◆ **PROBLEM TO SOLVE**:
Return each line of the records below in which the string "disabled" turns up.

═════ INPUT ═════

#include <algorithm>
#include <catch2/catch.hpp>
#include <cmath>
#include <functional>
#include <limits>
#include <locale>
#include <map>
#include <sstream>
#include <tinyxml2.h>
#include <variant>

#include "kinematics/common/angles.hpp"
#include "kinematics/common/input_error.hpp"
#include "kinematics/common/number_text.hpp"
#include "postproc/atomic_file.hpp"
#include "postproc/report/html_report_post_processor.hpp"
#include "postproc/review_warnings.hpp"
#include "postproc/safety_caution.hpp"
#include "tests/postproc/demo_report_program.hpp"
#include "tests/postproc/sample_program.hpp"

using namespace tw::postproc;
using tw::planner::MotionRecord;
using tw::planner::Program;

namespace {

std::string reportText(const Program& program, const WriteOptions& options = {}) {
  std::ostringstream out;
  HtmlReportPostProcessor().write(program, options, out);
  return out.str();
}

WriteOptions demoOptions(const test::DemoReportJob& job) {
  WriteOptions options;
  options.report_cell = job.cell;
  return options;
}

std::string attribute(const tinyxml2::XMLElement& element, const char* name) {
  const char* value = element.Attribute(name);
  return value ? value : "";
}

bool hasClass(const tinyxml2::XMLElement& element, const std::string& css_class) {
  std::istringstream classes(attribute(element, "class"));
  std::string word;
  while (classes >> word) {
    if (word == css_class) return true;
  }
  return false;
}

/// Every element below `root` (depth first, document order).
void forEach(const tinyxml2::XMLElement& root,
             const std::function<void(const tinyxml2::XMLElement&)>& visit) {
  for (const tinyxml2::XMLElement* child = root.FirstChildElement(); child;
       child = child->NextSiblingElement()) {
    visit(*child);
    forEach(*child, visit);
  }
}

std::vector<const tinyxml2::XMLElement*> elementsWithClass(const tinyxml2::XMLElement& root,
                                                          const std::string& css_class) {
  std::vector<const tinyxml2::XMLElement*> found;
  forEach(root, [&](const tinyxml2::XMLElement& element) {
    if (hasClass(element, css_class)) found.push_back(&element);
  });
  return found;
}
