import { useState, type FormEvent } from 'react';
import { FormErrorBar } from '@/components/form-error-bar';
import { useCheckedSubmit } from '@/hooks/use-checked-submit';
import {
  Badge,
  Button,
  Card,
  Field,
  Input,
  MessageBar,
  MessageBarBody,
  Select,
  Spinner,
  Subtitle2,
  Table,
  TableBody,
  TableCell,
  TableHeader,
  TableHeaderCell,
  TableRow,
  makeStyles,
  tokens,
} from '@fluentui/react-components';
import { BAY_KINDS, createBaySchema, updateBaySchema, type BayDto } from '@baytime/shared';
import { formErrorText } from '@/lib/form-errors';
import { useBays } from '../api/get-bays';
import { useCreateBay } from '../api/create-bay';
import { useUpdateBay } from '../api/update-bay';

type BayKind = (typeof BAY_KINDS)[number];

export const BAY_KIND_LABELS: Record<BayKind, string> = {
  'two-post': 'Two-post lift',
  'four-post': 'Four-post lift',
  alignment: 'Alignment rack',
  flat: 'Flat bay',
  pit: 'Pit',
};

const useStyles = makeStyles({
  table: { tableLayout: 'auto' },
  card: {
    padding: tokens.spacingHorizontalXL,
    gap: tokens.spacingVerticalM,
    marginBottom: tokens.spacingVerticalXXL,
  },
  row: { display: 'flex', flexWrap: 'wrap', gap: tokens.spacingHorizontalL, alignItems: 'flex-end' },
  name: { minWidth: '14rem' },
  inline: { display: 'flex', gap: tokens.spacingHorizontalS, alignItems: 'flex-start' },
  actions: { display: 'flex', gap: tokens.spacingHorizontalS },
  error: { marginBottom: tokens.spacingVerticalM },
  retired: { color: tokens.colorNeutralForeground4 },
});

export function AddBayForm() {
  const styles = useStyles();
  const create = useCreateBay();
  const [name, setName] = useState('');
  const [kind, setKind] = useState<BayKind>('two-post');
  const { errors, formError, submit: check } = useCheckedSubmit(createBaySchema, create);

  const submit = (event: FormEvent) => {
    event.preventDefault();
    check({ name, kind }, () => setName(''));
  };

  return (
    <Card className={styles.card}>
      <Subtitle2 as="h2">Add a bay</Subtitle2>
      <form className={styles.row} onSubmit={submit} noValidate>
        <Field
          label="Name"
          required
          validationMessage={errors.name}
          className={styles.name}
          hint="Short: it is the headline on the wall"
        >
          <Input value={name} maxLength={24} onChange={(_, data) => setName(data.value)} />
        </Field>
        <Field label="Kind">
          <Select value={kind} onChange={(_, data) => setKind(data.value as BayKind)}>
            {BAY_KINDS.map((value) => (
              <option key={value} value={value}>
                {BAY_KIND_LABELS[value]}
              </option>
            ))}
          </Select>
        </Field>
        <Button appearance="primary" type="submit" disabled={create.isPending}>
          {create.isPending ? 'Adding…' : 'Add bay'}
        </Button>
      </form>
      <FormErrorBar message={formError} />
    </Card>
  );
}

function BayRow({
  bay,
  order,
  onError,
}: {
  bay: BayDto;
  order: number;
  onError: (message: string | null) => void;
}) {
  const styles = useStyles();
  const update = useUpdateBay();
  const [editing, setEditing] = useState(false);
  const [name, setName] = useState(bay.name);
  const [nameError, setNameError] = useState<string | undefined>();

  const rename = (event: FormEvent) => {
    event.preventDefault();
    const parsed = updateBaySchema.safeParse({ name });
    if (!parsed.success) return setNameError(parsed.error.issues[0]?.message);
    setNameError(undefined);
    onError(null);
    update.mutate(
      { id: bay.id, ...parsed.data },
      {
        onSuccess: () => setEditing(false),
        onError: (error) => onError(`${bay.name}: ${formErrorText(error)}`),
      },
    );
  };

  const setActive = (active: boolean) => {
    onError(null);
    update.mutate(
      { id: bay.id, active },
      { onError: (error) => onError(`${bay.name}: ${formErrorText(error)}`) },
    );
  };

  return (
    <TableRow className={bay.active ? undefined : styles.retired}>
      <TableCell>{bay.active ? order : '—'}</TableCell>
      <TableCell>
        {editing ? (
          <form className={styles.inline} onSubmit={rename} noValidate>
            <Field validationMessage={nameError} aria-label={`New name for ${bay.name}`}>
              <Input value={name} maxLength={24} autoFocus onChange={(_, data) => setName(data.value)} />
            </Field>
            <Button type="submit" appearance="primary" disabled={update.isPending}>
              Save
            </Button>
            <Button
              onClick={() => {
                setEditing(false);
                setName(bay.name);
                setNameError(undefined);
              }}
            >
              Cancel
            </Button>
          </form>
        ) : (
          bay.name
        )}
      </TableCell>
      <TableCell>{BAY_KIND_LABELS[bay.kind] ?? bay.kind}</TableCell>
      <TableCell>
        <Badge appearance="tint" color={bay.active ? 'success' : 'subtle'}>
          {bay.active ? 'On the board' : 'Retired'}
        </Badge>
      </TableCell>
      <TableCell>
        <div className={styles.actions}>
          {!editing && (
            <Button size="small" onClick={() => setEditing(true)}>
              Rename
            </Button>
          )}
          <Button size="small" disabled={update.isPending} onClick={() => setActive(!bay.active)}>
            {bay.active ? 'Retire' : 'Restore'}
          </Button>
        </div>
      </TableCell>
    </TableRow>
  );
}

export function BaysTable() {
  const styles = useStyles();
  const bays = useBays();
  const [error, setError] = useState<string | null>(null);

  if (bays.isPending) return <Spinner label="Loading bays…" />;
  if (bays.isError)
    return (
      <MessageBar intent="error">
        <MessageBarBody>{formErrorText(bays.error)}</MessageBarBody>
      </MessageBar>
    );
  const sorted = [...bays.data].sort(
    (a, b) => Number(b.active) - Number(a.active) || a.position - b.position,
  );
  return (
    <>
      {error && (
        <MessageBar intent="error" className={styles.error}>
          <MessageBarBody>{error}</MessageBarBody>
        </MessageBar>
      )}
      <Table aria-label="Bays" className={styles.table}>
        <TableHeader>
          <TableRow>
            <TableHeaderCell>#</TableHeaderCell>
            <TableHeaderCell>Name</TableHeaderCell>
            <TableHeaderCell>Kind</TableHeaderCell>
            <TableHeaderCell>Board</TableHeaderCell>
            <TableHeaderCell>
              <span className="visually-hidden">Actions</span>
            </TableHeaderCell>
          </TableRow>
        </TableHeader>
        <TableBody>
          {sorted.map((bay, index) => (
            <BayRow key={bay.id} bay={bay} order={index + 1} onError={setError} />
          ))}
        </TableBody>
      </Table>
    </>
  );
}
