/** Every route of the board app in one place. */
export const paths = {
  wall: '/wall',
  signIn: '/sign-in',
  /** The customer's approval page, from the link in the message: no sign-in. */
  approve: '/approve/:token',
  home: '/',
  floor: '/floor',
  dispatch: '/dispatch',
  repairOrders: '/repair-orders',
  repairOrderNew: '/repair-orders/new',
  repairOrderImport: '/repair-orders/import',
  repairOrderDetail: '/repair-orders/:id',
  repairOrder: (id: number | string) => `/repair-orders/${id}`,
  timecards: '/timecards',
  exceptions: '/exceptions',
  reports: '/reports',
  findings: '/findings',
  offlinePunches: '/offline-punches',
  admin: {
    users: '/admin/users',
    bays: '/admin/bays',
    operations: '/admin/operations',
    screens: '/admin/screens',
    kiosks: '/admin/kiosks',
    shop: '/admin/shop',
    mailbox: '/admin/mailbox',
    integrationKeys: '/admin/integration-keys',
    webhooks: '/admin/webhooks',
  },
  /** The technicians' app, served by the same server. */
  kiosk: '/kiosk/',
} as const;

═════

◆ **ANSWER TO THIS EXERCISE**:
        <Button appearance="primary" type="submit" disabled={create.isPending}>
            <Button type="submit" appearance="primary" disabled={update.isPending}>
          <Button size="small" disabled={update.isPending} onClick={() => setActive(!bay.active)}>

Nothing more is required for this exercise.